# Glass Or Chrystal Replacement On F300



## johndozier (Mar 2, 2008)

I have recently acquired two F300 cones. One was the reversed battery case which was solved with the help of the board. They both need new glass which I have sourced from Britain(where else) Do I need a specialist to replace the glass or is this something any competent watchmaker should be able to do? There are only two gentlment who specialize in these watches here in the USA and I am uncomfortable sending them to Britain (where I know the quality of a certain board members work) If I could be assured that customs would not be a problem I would send them cross the pond. I really would feel better about sourcing the work here. Any advice would be appriciated. Also any comments about the quality of the glasses (on the bay) not an omega item but advertised to fit the watch. Thanks and kindest regards as usual


----------



## martinus_scriblerus (Sep 29, 2008)

johndozier said:


> I have recently acquired two F300 cones. One was the reversed battery case which was solved with the help of the board. They both need new glass which I have sourced from Britain(where else) Do I need a specialist to replace the glass or is this something any competent watchmaker should be able to do? There are only two gentlment who specialize in these watches here in the USA and I am uncomfortable sending them to Britain (where I know the quality of a certain board members work) If I could be assured that customs would not be a problem I would send them cross the pond. I really would feel better about sourcing the work here. Any advice would be appriciated. Also any comments about the quality of the glasses (on the bay) not an omega item but advertised to fit the watch. Thanks and kindest regards as usual


Save yourself a lot of hassle and have the work done in the USA. A competent watchmaker can easily handle this.


----------



## johndozier (Mar 2, 2008)

Thanks for the response. The supplier is Timebymail. Anyone familiar with them? The reason I am sourcing from them is that it is a thick 2.5mm glass and Ofrei (our Omega supplier) does not list it. Any other sources would be appreciated. Thanks


----------



## silverflyer (Feb 9, 2009)

johndozier said:


> Thanks for the response. The supplier is Timebymail. Anyone familiar with them? The reason I am sourcing from them is that it is a thick 2.5mm glass and Ofrei (our Omega supplier) does not list it. Any other sources would be appreciated. Thanks


Hi johndozier,

I just bought two from Timebymail and fitted them myself without any problems , very good service, prompt delivery etc.

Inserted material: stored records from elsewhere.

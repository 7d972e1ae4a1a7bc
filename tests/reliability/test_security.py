"""Security of the loader and the watcher (issue 9, item 5): odd inbox file names stay inside the
workspace, SQL only with bound parameters, and a gzip bomb is refused by the decompressed-size
cap without exhausting memory. (The site's parts are in test_site_security.py.)"""

from __future__ import annotations

import csv
import io
import os
import sys
from pathlib import Path

import pytest

from conftest import CONFIG, ENV_VAR, long_csv
from monitor.watcher import Service, safe_name

from reliability.conftest import make_workspace
from reliability.makers import gzip_bomb, open_plain, run_peak_rss

# Names a POSIX inbox can hold (no "/" and no NUL are possible) that a careless archive step
# could turn into a path outside the folder, a hidden file, a terminal trick or an overwrite.
ODD_NAMES = [
    "a..b.csv", "x..", "up\u2215..\u2215..\u2215etc\u2215passwd.csv",
    "\uff0e\uff0e\uff0fetc\uff0fpasswd",          # fullwidth "../etc/passwd": NFKC makes it real dots and a slash
    "report\u202ecsv.exe", "tab\tname\x01\x1b[31m.csv", "line\nbreak.csv", "\u0085nel\u2028ls.csv",
    "ü" * 120 + ".csv", "-rf.csv", " spaced .csv", "$(touch pwned).csv", "`id`.csv", "a b.csv", "a:b.csv",
    "a*b.csv", "a?b.csv", "a|b.csv", "~", "CON", "\u200b", "😀.csv", "%2e%2e%2fup.csv", "a.csv.error.txt",
    "a.csv",
]
HIDDEN = [".hidden.csv", "..csv", "...", ".\u202e.csv", "..\u2215..\u2215etc\u2215passwd.csv"]
SAFE = set("abcdefghijklmnopqrstuvwxyzABCDEFGHIJKLMNOPQRSTUVWXYZ0123456789._-")


def good_file(i: int) -> str:
    return long_csv([[1900 + i, "QV", "federal", "1", "Harbour", f"Cand {i}", 10 + i],
                     [1900 + i, "QV", "federal", "1", "Upland", f"Other {i}", 5]])


def everything_under(folder: Path) -> list[Path]:
    return sorted(p for p in folder.rglob("*"))


@pytest.mark.parametrize("kind", ["rejected", "archived"])
def test_odd_inbox_names_stay_inside_the_workspace(tmp_path, migrated_store, monkeypatch, kind):
    ws = make_workspace(tmp_path / "ws", migrated_store)
    before_outside = everything_under(tmp_path.parent)
    contents = {}
    for i, name in enumerate(ODD_NAMES + HIDDEN):
        text = good_file(i) if kind == "archived" else f"not,a,results,file\n{i},{name!r},x,y\n"
        (ws.inbox / name).write_text(text, encoding="utf-8")
        contents[name] = text.encode()
    monkeypatch.chdir(ws.inbox)  # a relative-path slip would show up right here
    Service(ws, echo=False, publish=False).run_once(settle=0.0)

    root = ws.root.resolve()
    for path in everything_under(ws.root):
        assert path.resolve().is_relative_to(root), path
    escaped = [p for p in everything_under(tmp_path.parent) if p not in before_outside
               and not p.resolve().is_relative_to(root)]
    assert not escaped, escaped
    # hidden files are left alone (temp files of a sync tool); everything else was taken
    assert sorted(p.name for p in ws.inbox.iterdir()) == sorted(HIDDEN)
    odd = {contents[n] for n in ODD_NAMES}
    files = [p for p in (ws.root / ("rejected" if kind == "rejected" else "archive")).rglob("*") if p.is_file()]
    data = [p for p in files if p.read_bytes() in odd]
    reports = [p for p in files if p not in data]
    # nothing overwritten: every odd file is there once, byte for byte, under a plain name
    assert sorted(p.read_bytes() for p in data) == sorted(odd)
    for p in data:
        assert set(p.name) <= SAFE and not p.name.startswith(".") and len(p.name.encode()) <= 255, p.name
    if kind == "rejected":
        assert sorted(r.name for r in reports) == sorted(f"{p.name}.error.txt" for p in data)
    else:
        assert reports == []
        conn = open_plain(ws.store_path)
        assert conn.execute("SELECT COUNT(*) FROM loads").fetchone()[0] == len(ODD_NAMES)
        conn.close()


def test_safe_name_keeps_a_plain_name_and_neutralises_the_rest():
    assert safe_name("results-2024.csv") == "results-2024.csv"
    assert safe_name("\uff0e\uff0e\uff0fetc\uff0fpasswd") == "etc_passwd"
    assert safe_name("..") == "file" and safe_name("") == "file"
    assert len(safe_name("x" * 1000)) <= 120


# -- SQL only with bound parameters -------------------------------------------------------------------

HOSTILE = {
    "state": "Q'V\"; DROP TABLE units; --",
    "chamber": "federal'); DELETE FROM loads; --",
    "district": "1; UPDATE votes SET votes = 0",
    "party": "Harbour' OR '1'='1",
    "candidate": "Robert'); DROP TABLE votes; --",
}


def test_names_with_quotes_and_sql_load_fine_and_come_back_unchanged(lf):
    rows = [[2022, HOSTILE["state"], HOSTILE["chamber"], HOSTILE["district"], HOSTILE["party"], HOSTILE["candidate"], 120],
            [2022, HOSTILE["state"], HOSTILE["chamber"], HOSTILE["district"], "Upland", "O'Hara \"Jr\"; --", 80],
            [2022, HOSTILE["state"], HOSTILE["chamber"], "2", "Upland", "'; SELECT 1; --", 90]]
    source = "'); DROP TABLE loads; --"
    lf("load", lf.write("x'; DROP TABLE votes; --.csv", long_csv(rows)), "--source", source)
    tables = {r[0] for r in lf.rows("SELECT name FROM sqlite_master WHERE type = 'table'")}
    assert {"units", "votes", "loads", "contests"} <= tables
    got = lf.rows("SELECT cycle, state, chamber, district, party, candidate, votes FROM district_results ORDER BY votes DESC")
    # state codes are stored in upper case and chamber names in lower case (README); nothing else changes
    assert got == [(r[0], r[1].upper(), r[2].lower(), *r[3:]) for r in sorted(rows, key=lambda r: -r[6])]
    assert lf.rows("SELECT file_name, source FROM loads") == [("x'; DROP TABLE votes; --.csv", source)]
    exported = list(csv.DictReader(io.StringIO(lf("export", "results").stdout)))
    assert sorted(r["candidate"] for r in exported) == sorted(r[5] for r in rows)
    assert {r["state"] for r in exported} == {HOSTILE["state"].upper()}
    status = lf("status").stdout
    assert "x'; DROP TABLE votes; --.csv" in status
    # a correction of that unit finds it by its hostile keys (a lookup, not a string-built query)
    rows[0][6] = 130
    out = lf("load", lf.write("again.csv", long_csv(rows))).stdout
    assert "1 corrected" in out
    assert lf.rows("SELECT COUNT(*) FROM units") == [(2,)]


# -- gzip bomb ------------------------------------------------------------------------------------------

BOMB_GB = 2
CAP_MB = 8
BOMB_RSS_BOUND_MB = 200  # what we assert (python, pandas and the 8 MB cap); the measured value is in RELIABILITY.md


@pytest.fixture(scope="module")
def bomb(tmp_path_factory) -> Path:
    path = tmp_path_factory.mktemp("bomb") / "results.csv.gz"
    size = gzip_bomb(path, BOMB_GB * 2**30)
    assert size < 5 * 2**20, size  # 2 GiB of zeros in a few MB
    return path


def run_measured(args: list[str], root: Path) -> tuple[int, str, float]:
    """Run ``python -m monitor`` with ``args``; return (exit code, output, the child's peak RSS in MB)."""
    env = {k: v for k, v in os.environ.items() if k != ENV_VAR}
    out = root / "output.txt"
    code, peak = run_peak_rss([sys.executable, "-m", "monitor", "-w", str(root), *args], out, env)
    return code, out.read_text(encoding="utf-8", errors="replace"), peak


def test_a_gzip_bomb_is_refused_by_the_cap_without_exhausting_memory(tmp_path, migrated_store, bomb):
    ws = make_workspace(tmp_path / "ws", migrated_store, CONFIG + f"\n[load]\nmax_decompressed_mb = {CAP_MB}\n")
    code, err, peak = run_measured(["load", str(bomb)], ws.root)
    print(f"\ngzip bomb: {BOMB_GB} GiB of zeros in {bomb.stat().st_size / 2**20:.1f} MiB; refused with exit {code}, "
          f"peak RSS {peak:.0f} MB (cap {CAP_MB} MB)")
    assert code == 1, err
    assert f"results.csv.gz: gzip content is larger than the {CAP_MB} MB cap (load.max_decompressed_mb); refused" in err
    assert "Traceback" not in err and "internal error" not in err
    assert peak < BOMB_RSS_BOUND_MB
    conn = open_plain(ws.store_path)
    assert conn.execute("SELECT COUNT(*) FROM loads WHERE outcome != 'refused'").fetchone() == (0,)
    conn.close()


def test_the_cap_is_exact(lf):
    """Content of exactly the cap loads; one byte more is refused (the bound is not approximate)."""
    lf.configure("[load]\nmax_decompressed_mb = 1\n")
    body = long_csv([[2024, "QV", "federal", "1", "Harbour", "A", 3], [2024, "QV", "federal", "1", "Upland", "B", 2]])
    exact = body + "\n" * (2**20 - len(body.encode()))
    assert len(exact.encode()) == 2**20
    lf("load", lf.write_gz("exact.csv.gz", exact))
    result = lf("load", lf.write_gz("over.csv.gz", exact + "\n"), code=1)
    assert "larger than the 1 MB cap" in result.stderr


def test_the_watcher_rejects_a_gzip_bomb_too(tmp_path, migrated_store, bomb):
    ws = make_workspace(tmp_path / "ws", migrated_store, CONFIG + f"\n[load]\nmax_decompressed_mb = {CAP_MB}\n")
    os.link(bomb, ws.inbox / bomb.name)
    Service(ws, echo=False, publish=False).run_once(settle=0.0)
    report = (ws.root / "rejected" / f"{bomb.name}.error.txt").read_text(encoding="utf-8")
    assert f"larger than the {CAP_MB} MB cap" in report
    assert (ws.root / "rejected" / bomb.name).stat().st_size == bomb.stat().st_size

I also required new seals for these and was able to get them from cousinsuk.com.

Regards

Bruce.


----------



## johndozier (Mar 2, 2008)

Thanks all. Good to know its a quality product. Cousina also has complete tech bulletins on Omegas incduding 1250. Ofrie has gaskets and many other parts but their prices are sky hight. $9 for a gasket. Regards and thanks again.


----------



## ketiljo (Apr 22, 2009)

johndozier said:


> Thanks all. Good to know its a quality product. Cousina also has complete tech bulletins on Omegas incduding 1250. Ofrie has gaskets and many other parts but their prices are sky hight. $9 for a gasket. Regards and thanks again.


I second that. Fits well. I didn't replace the crystal gasket as it seemed to be ok.


----------